**What you will do:**
Number of lines with "plug" in the listing: report it, and nothing else.

· · ·

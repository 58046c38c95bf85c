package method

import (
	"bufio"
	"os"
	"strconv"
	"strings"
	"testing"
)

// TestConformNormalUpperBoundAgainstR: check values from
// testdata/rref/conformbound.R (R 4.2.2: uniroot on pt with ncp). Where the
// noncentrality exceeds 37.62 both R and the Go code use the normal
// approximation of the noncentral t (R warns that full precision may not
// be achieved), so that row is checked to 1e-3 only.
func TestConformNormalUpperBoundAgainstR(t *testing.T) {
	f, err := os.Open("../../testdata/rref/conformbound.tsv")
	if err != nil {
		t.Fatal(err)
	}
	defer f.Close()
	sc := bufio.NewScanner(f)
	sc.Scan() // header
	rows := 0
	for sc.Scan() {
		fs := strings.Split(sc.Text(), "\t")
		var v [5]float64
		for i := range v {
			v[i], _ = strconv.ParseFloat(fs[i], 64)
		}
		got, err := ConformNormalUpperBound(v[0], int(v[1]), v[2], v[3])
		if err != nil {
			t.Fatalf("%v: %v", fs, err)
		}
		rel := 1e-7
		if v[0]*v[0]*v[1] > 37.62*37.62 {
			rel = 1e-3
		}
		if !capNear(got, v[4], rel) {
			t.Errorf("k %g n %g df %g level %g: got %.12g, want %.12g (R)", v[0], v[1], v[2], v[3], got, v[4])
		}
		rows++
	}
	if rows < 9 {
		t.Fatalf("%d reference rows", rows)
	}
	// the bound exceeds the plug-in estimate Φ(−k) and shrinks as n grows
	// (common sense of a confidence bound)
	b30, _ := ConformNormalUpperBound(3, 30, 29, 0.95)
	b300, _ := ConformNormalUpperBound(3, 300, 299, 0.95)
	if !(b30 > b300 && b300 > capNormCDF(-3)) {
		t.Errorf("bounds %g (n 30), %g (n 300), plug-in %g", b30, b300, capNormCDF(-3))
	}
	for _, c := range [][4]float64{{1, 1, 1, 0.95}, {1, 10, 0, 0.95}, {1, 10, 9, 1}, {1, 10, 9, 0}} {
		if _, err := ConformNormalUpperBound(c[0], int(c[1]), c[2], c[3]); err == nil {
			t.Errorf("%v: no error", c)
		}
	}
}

· · ·

**Answer below:**
2